◆ Task directions ◆
Your output should consist of the data, copied exactly.

◆ Supplied entries ◆

·····

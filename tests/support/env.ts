/**
 * Test profile and secrets for the cross-package suites: from the
 * environment (set by `npm test`) or from .data/secrets-test.json.
 */
import { existsSync, readFileSync } from 'node:fs';
import { join } from 'node:path';
import { repoRoot } from './paths.ts';

process.env.CAIRN_PROFILE = 'test';
const file = join(repoRoot, '.data', 'secrets-test.json');
if (!process.env.CAIRN_DATABASE_PASSWORD && existsSync(file)) {
  const secrets = JSON.parse(readFileSync(file, 'utf8')) as Record<string, string>;
  for (const [name, value] of Object.entries(secrets)) process.env[name] ??= value;
}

·····

◆ Answer ◆
filename tests/support/env.ts
/**
 * Test profile and secrets for the cross-package suites: from the
 * environment (set by `npm test`) or from .data/secrets-test.json.
 */
import { existsSync, readFileSync } from 'node:fs';
import { join } from 'node:path';
import { repoRoot } from './paths.ts';

process.env.CAIRN_PROFILE = 'test';
const file = join(repoRoot, '.data', 'secrets-test.json');
if (!process.env.CAIRN_DATABASE_PASSWORD && existsSync(file)) {
  const secrets = JSON.parse(readFileSync(file, 'utf8')) as Record<string, string>;
  for (const [name, value] of Object.entries(secrets)) process.env[name] ??= value;
}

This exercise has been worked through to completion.